[Saved entries]
+ + +

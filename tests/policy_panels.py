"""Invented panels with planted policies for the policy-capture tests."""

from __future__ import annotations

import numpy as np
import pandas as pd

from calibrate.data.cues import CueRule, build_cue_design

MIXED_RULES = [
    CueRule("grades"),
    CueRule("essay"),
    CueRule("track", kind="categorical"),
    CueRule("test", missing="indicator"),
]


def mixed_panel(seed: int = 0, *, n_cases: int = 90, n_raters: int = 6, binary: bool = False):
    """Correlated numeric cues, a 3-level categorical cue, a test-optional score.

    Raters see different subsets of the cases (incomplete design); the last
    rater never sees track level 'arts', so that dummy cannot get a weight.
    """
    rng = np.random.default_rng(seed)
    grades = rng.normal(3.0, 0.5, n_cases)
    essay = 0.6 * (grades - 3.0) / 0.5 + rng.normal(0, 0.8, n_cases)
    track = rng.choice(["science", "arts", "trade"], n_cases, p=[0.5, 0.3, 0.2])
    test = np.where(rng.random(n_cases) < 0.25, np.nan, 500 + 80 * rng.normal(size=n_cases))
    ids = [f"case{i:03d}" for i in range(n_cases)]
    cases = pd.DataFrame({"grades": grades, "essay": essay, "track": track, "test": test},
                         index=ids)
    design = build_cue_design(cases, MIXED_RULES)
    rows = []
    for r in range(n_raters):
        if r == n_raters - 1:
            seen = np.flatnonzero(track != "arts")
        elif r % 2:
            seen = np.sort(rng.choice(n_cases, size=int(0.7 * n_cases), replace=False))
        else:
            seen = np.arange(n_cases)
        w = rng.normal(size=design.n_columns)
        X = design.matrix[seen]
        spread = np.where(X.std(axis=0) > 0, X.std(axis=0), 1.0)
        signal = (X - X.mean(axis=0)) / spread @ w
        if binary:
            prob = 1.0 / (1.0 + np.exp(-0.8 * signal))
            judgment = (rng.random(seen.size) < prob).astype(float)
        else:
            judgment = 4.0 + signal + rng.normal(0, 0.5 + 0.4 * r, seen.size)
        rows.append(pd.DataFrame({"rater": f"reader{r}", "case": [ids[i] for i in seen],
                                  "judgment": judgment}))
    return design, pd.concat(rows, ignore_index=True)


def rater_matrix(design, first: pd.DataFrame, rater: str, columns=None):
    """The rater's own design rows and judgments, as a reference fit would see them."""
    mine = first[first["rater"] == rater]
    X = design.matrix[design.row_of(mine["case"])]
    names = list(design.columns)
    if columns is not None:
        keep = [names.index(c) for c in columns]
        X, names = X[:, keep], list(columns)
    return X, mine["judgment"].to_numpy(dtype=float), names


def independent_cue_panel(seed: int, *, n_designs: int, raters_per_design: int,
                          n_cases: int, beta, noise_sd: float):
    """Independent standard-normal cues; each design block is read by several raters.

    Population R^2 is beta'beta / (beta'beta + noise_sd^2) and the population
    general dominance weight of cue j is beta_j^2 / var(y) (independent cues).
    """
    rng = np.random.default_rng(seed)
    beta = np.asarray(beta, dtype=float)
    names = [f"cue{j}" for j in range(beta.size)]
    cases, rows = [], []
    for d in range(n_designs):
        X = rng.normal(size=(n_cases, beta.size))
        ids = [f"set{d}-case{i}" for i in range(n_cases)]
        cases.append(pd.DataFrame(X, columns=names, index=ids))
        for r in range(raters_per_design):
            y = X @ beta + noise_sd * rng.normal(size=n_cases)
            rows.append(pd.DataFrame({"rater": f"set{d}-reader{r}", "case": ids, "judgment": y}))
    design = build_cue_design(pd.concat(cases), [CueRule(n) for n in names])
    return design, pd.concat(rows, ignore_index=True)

+ + +

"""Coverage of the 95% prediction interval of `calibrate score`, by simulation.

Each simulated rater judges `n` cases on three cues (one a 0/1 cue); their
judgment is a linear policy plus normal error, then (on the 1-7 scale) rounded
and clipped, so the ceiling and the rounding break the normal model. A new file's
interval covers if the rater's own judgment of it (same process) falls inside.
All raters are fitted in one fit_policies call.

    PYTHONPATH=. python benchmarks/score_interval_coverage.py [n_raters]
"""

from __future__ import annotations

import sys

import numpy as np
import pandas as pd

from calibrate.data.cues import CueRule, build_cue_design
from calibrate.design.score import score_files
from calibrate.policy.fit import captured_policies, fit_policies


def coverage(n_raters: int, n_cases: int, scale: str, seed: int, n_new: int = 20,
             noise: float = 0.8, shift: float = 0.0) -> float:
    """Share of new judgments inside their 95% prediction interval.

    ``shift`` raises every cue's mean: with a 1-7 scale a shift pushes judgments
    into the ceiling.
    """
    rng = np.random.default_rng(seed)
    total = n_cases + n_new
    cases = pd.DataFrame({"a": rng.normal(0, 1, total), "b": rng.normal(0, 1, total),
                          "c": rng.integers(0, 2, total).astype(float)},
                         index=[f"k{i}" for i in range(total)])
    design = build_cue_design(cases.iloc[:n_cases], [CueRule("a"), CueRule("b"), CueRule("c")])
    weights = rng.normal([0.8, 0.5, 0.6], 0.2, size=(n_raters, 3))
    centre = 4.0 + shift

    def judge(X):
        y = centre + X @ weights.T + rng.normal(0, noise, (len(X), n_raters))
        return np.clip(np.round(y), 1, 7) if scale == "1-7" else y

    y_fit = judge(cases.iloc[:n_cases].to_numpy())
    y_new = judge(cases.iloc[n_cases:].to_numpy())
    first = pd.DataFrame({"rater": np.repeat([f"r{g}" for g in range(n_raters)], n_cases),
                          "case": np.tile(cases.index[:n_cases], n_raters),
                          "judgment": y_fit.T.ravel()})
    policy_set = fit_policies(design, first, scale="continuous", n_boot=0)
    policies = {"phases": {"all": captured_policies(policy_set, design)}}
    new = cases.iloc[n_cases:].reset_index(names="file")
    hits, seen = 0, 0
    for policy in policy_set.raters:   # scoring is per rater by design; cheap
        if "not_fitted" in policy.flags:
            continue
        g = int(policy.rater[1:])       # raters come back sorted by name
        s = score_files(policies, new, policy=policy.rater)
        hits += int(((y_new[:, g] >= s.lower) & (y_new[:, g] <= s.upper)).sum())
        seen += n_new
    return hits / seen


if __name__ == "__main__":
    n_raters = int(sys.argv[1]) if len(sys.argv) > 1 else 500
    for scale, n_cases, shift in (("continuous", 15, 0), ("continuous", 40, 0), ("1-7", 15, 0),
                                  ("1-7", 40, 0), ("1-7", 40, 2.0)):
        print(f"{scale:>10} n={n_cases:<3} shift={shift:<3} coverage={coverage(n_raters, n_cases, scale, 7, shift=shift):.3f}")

+ + +

> What is expected: Where in the records does the string "weights" appear? Copy every line that has it.

> Solved exercise:
    weights = rng.normal([0.8, 0.5, 0.6], 0.2, size=(n_raters, 3))
        y = centre + X @ weights.T + rng.normal(0, noise, (len(X), n_raters))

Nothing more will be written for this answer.